> Task to complete:
From the entries that follow, copy each line containing the word "readHeader".
═══ Task inputs ═══
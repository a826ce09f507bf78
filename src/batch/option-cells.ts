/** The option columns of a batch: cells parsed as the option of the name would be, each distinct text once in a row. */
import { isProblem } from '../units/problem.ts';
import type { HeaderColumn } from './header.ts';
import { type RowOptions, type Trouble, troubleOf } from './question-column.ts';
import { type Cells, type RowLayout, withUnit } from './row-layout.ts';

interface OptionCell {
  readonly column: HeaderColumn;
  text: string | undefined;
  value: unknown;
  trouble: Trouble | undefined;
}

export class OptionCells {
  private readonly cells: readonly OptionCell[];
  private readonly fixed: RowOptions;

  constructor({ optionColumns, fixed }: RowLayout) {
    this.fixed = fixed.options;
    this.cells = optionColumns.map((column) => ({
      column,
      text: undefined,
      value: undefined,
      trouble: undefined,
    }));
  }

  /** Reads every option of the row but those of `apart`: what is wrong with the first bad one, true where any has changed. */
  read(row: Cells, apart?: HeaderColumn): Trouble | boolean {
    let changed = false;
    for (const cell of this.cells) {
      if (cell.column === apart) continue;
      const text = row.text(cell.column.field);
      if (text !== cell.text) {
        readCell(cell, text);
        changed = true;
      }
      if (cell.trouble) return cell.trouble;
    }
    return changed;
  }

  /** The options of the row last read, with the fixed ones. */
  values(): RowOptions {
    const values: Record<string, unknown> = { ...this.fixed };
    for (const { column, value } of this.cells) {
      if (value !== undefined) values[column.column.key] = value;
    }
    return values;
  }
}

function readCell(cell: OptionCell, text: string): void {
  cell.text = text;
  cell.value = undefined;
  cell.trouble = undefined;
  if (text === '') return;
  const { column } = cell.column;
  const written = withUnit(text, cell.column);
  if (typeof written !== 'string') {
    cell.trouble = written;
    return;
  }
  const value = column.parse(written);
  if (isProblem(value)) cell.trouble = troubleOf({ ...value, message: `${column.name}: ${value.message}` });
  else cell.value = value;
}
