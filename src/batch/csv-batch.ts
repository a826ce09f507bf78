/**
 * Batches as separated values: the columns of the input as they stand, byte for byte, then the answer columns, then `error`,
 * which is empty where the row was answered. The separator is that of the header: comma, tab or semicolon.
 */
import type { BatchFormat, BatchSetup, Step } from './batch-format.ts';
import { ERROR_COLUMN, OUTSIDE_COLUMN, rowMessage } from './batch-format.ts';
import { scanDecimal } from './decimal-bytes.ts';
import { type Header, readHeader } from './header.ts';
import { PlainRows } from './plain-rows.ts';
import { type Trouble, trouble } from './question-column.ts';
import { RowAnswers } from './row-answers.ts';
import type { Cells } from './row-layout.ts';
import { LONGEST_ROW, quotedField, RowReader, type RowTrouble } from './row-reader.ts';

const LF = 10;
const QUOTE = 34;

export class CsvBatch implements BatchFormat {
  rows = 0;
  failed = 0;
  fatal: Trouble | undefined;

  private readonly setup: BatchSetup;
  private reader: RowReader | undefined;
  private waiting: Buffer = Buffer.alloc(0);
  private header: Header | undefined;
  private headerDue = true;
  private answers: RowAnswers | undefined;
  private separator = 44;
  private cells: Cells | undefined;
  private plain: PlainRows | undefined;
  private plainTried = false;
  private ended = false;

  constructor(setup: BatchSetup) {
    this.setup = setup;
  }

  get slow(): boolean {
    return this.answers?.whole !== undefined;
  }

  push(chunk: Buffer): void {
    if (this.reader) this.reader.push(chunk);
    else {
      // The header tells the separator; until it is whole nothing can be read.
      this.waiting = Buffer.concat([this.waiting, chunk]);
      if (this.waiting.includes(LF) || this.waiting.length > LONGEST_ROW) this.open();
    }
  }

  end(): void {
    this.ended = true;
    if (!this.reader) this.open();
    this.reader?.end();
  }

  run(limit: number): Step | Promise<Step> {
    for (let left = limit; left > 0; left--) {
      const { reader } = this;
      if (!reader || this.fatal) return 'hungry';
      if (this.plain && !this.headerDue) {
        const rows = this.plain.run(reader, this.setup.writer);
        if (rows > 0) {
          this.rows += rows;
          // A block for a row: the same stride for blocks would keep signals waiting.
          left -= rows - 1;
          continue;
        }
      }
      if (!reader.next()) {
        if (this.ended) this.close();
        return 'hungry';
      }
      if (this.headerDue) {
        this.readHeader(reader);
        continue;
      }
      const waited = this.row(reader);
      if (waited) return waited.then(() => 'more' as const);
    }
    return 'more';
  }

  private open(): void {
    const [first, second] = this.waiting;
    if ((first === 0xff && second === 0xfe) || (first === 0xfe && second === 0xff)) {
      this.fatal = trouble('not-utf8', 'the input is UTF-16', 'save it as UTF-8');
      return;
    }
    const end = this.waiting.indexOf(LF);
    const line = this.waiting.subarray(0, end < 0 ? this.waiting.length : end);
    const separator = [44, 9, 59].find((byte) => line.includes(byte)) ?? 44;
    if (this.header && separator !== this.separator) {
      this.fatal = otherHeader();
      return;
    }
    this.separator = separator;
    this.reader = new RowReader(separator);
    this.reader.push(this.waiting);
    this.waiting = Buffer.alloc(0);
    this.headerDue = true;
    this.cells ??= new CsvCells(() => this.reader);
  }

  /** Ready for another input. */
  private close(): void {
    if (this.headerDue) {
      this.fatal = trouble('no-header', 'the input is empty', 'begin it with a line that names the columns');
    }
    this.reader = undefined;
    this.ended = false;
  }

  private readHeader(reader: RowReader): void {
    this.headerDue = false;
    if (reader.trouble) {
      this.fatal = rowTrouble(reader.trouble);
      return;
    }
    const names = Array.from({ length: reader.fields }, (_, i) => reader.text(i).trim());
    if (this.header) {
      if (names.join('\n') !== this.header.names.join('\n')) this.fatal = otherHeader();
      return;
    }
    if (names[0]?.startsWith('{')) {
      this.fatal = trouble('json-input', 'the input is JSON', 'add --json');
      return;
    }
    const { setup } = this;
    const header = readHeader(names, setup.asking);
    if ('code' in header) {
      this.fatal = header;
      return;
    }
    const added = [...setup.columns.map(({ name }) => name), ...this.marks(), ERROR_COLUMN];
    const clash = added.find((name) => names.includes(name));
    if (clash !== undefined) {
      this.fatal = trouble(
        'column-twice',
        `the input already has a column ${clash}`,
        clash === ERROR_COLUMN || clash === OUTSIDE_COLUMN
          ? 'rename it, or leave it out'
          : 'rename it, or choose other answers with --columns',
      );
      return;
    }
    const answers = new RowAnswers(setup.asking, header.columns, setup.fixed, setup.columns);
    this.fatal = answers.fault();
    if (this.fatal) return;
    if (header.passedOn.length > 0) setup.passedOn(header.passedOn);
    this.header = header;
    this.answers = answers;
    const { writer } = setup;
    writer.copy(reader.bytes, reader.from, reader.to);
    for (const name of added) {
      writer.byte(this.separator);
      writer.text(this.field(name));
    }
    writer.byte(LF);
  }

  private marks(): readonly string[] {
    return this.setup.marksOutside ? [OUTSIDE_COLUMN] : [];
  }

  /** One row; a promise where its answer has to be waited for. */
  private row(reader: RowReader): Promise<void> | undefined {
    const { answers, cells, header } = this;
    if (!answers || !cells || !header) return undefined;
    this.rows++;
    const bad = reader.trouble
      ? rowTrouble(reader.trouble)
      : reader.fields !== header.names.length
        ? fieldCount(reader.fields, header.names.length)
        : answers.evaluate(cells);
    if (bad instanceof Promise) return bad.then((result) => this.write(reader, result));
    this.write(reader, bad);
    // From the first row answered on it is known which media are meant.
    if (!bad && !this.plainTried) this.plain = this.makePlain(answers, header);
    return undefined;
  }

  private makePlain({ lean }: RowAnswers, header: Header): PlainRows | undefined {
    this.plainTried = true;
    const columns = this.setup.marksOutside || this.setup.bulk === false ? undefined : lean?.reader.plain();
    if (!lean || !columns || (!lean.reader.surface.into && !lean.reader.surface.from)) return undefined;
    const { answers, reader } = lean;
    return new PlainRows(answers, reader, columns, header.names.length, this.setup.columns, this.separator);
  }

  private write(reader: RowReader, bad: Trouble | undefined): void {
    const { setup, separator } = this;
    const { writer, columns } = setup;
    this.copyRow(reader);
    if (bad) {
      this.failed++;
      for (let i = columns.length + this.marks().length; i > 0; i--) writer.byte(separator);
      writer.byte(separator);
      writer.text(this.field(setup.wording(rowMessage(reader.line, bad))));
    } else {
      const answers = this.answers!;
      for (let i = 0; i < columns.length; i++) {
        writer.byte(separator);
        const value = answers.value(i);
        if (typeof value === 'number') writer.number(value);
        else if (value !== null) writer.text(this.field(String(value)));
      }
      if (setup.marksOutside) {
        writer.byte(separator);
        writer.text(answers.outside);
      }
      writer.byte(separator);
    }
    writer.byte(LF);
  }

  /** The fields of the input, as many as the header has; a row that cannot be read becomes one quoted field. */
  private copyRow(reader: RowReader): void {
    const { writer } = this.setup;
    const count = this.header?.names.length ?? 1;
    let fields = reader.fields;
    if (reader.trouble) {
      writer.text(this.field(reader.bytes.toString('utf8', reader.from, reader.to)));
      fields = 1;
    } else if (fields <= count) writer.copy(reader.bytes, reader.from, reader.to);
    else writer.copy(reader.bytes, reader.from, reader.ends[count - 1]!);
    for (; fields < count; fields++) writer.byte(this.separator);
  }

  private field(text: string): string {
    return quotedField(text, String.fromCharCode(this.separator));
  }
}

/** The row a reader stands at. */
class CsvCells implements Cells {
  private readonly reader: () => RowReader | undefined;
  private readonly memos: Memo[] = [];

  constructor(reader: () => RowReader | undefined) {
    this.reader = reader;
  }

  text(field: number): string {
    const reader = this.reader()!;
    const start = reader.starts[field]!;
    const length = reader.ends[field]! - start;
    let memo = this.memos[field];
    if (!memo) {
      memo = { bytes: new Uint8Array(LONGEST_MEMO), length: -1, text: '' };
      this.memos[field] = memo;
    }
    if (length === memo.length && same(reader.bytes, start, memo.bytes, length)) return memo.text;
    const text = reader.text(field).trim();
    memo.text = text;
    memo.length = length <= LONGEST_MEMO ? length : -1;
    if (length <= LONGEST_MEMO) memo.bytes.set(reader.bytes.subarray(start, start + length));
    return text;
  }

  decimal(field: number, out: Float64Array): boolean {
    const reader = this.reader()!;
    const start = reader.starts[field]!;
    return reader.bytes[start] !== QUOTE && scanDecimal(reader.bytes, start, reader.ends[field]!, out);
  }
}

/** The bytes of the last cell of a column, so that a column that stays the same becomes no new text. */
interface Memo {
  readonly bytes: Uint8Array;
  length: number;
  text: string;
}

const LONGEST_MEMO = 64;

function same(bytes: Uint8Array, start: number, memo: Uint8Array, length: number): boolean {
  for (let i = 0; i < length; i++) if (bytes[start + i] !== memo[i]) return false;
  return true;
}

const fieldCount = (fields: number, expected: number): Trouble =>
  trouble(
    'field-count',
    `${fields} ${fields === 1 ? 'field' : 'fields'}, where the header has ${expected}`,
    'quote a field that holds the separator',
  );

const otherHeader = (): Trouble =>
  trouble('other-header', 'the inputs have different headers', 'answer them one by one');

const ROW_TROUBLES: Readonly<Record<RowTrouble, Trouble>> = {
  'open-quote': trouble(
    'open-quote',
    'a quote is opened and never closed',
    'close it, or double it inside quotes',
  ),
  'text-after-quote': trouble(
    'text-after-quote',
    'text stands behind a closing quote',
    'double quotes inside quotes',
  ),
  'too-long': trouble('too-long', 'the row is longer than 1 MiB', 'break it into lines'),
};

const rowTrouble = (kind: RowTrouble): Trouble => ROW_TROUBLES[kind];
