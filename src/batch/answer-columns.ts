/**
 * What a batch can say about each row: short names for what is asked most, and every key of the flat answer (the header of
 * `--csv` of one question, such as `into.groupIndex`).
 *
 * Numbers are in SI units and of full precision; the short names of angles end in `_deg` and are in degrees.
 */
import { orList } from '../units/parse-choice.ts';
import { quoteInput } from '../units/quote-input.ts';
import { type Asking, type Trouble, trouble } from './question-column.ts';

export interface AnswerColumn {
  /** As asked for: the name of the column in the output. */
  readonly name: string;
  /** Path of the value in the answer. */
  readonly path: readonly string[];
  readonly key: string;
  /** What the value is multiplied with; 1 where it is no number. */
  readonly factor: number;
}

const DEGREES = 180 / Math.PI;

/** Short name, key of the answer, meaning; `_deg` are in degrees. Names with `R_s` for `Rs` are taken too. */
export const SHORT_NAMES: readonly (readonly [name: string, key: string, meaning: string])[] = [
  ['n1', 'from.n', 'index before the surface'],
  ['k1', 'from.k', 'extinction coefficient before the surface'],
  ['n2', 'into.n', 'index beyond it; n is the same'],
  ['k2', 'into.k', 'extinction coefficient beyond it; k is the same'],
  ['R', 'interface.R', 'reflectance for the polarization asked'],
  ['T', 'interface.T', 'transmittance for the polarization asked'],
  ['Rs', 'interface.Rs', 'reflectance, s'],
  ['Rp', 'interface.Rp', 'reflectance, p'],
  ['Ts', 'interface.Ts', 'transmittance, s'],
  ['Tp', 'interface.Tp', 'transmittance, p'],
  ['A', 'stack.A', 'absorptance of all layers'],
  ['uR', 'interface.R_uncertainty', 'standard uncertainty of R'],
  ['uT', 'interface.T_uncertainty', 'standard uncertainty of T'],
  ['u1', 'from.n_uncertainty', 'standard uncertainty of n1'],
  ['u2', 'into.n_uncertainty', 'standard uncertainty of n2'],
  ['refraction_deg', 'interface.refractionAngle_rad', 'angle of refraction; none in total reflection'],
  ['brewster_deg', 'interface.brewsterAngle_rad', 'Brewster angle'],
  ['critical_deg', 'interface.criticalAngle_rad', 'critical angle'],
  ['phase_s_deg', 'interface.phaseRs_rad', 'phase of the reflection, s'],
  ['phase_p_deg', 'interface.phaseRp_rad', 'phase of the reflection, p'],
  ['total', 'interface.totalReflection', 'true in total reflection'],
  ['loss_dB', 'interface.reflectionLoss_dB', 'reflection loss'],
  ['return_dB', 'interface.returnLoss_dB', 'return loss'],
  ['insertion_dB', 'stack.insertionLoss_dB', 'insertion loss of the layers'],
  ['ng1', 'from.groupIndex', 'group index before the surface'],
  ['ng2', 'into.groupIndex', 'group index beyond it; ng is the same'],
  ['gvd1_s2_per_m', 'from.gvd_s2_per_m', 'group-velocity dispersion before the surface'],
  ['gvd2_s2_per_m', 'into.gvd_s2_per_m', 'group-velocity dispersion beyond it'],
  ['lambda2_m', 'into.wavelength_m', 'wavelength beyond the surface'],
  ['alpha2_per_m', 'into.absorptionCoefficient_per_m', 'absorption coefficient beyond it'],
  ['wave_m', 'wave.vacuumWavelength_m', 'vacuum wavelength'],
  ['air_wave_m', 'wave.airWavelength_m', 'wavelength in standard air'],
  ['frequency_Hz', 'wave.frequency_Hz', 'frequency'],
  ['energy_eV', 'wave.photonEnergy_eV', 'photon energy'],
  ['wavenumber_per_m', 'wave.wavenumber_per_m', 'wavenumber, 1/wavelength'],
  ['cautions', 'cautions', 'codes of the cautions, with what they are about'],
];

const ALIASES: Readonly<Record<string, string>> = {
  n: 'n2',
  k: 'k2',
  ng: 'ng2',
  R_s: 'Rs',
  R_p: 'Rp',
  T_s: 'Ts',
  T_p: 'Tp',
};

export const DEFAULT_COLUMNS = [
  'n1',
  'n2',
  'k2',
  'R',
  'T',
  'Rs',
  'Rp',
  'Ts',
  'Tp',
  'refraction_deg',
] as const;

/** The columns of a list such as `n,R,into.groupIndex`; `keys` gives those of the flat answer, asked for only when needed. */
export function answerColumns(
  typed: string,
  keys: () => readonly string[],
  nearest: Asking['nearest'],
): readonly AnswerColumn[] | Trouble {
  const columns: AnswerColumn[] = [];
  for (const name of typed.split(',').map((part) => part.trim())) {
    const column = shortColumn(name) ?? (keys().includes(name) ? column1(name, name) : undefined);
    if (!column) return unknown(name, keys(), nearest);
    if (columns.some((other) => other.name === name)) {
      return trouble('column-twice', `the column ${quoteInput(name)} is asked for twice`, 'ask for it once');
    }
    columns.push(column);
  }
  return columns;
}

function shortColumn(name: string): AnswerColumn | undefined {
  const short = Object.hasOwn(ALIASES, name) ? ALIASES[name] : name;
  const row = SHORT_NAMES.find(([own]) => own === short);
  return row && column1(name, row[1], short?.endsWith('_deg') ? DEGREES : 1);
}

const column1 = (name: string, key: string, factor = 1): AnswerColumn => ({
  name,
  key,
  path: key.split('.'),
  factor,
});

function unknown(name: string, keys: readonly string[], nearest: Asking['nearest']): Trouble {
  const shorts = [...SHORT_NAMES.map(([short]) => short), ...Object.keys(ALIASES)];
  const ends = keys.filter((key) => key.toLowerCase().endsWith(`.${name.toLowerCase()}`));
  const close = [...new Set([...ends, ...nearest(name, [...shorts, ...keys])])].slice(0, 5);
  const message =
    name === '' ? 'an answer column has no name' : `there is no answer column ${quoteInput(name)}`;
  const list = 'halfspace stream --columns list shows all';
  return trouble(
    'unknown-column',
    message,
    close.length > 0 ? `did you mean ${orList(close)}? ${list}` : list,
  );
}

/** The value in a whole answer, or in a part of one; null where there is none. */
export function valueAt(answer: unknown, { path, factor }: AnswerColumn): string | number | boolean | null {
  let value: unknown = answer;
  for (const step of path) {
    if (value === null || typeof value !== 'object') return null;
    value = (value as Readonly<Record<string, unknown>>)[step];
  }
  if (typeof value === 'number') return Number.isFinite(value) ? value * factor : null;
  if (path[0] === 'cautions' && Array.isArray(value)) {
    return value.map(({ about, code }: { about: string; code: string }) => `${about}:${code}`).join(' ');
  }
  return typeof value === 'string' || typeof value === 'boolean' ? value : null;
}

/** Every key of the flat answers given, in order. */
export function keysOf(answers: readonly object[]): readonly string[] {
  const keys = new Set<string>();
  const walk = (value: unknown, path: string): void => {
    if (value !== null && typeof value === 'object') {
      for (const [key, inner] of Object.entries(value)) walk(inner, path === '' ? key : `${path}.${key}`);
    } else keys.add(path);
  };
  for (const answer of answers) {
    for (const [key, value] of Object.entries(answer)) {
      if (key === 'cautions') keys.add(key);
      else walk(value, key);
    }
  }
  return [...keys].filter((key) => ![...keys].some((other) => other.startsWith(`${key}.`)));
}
═══
> Solution to the exercise:
import { type Header, readHeader } from './header.ts';
        this.readHeader(reader);
  private readHeader(reader: RowReader): void {
    const header = readHeader(names, setup.asking);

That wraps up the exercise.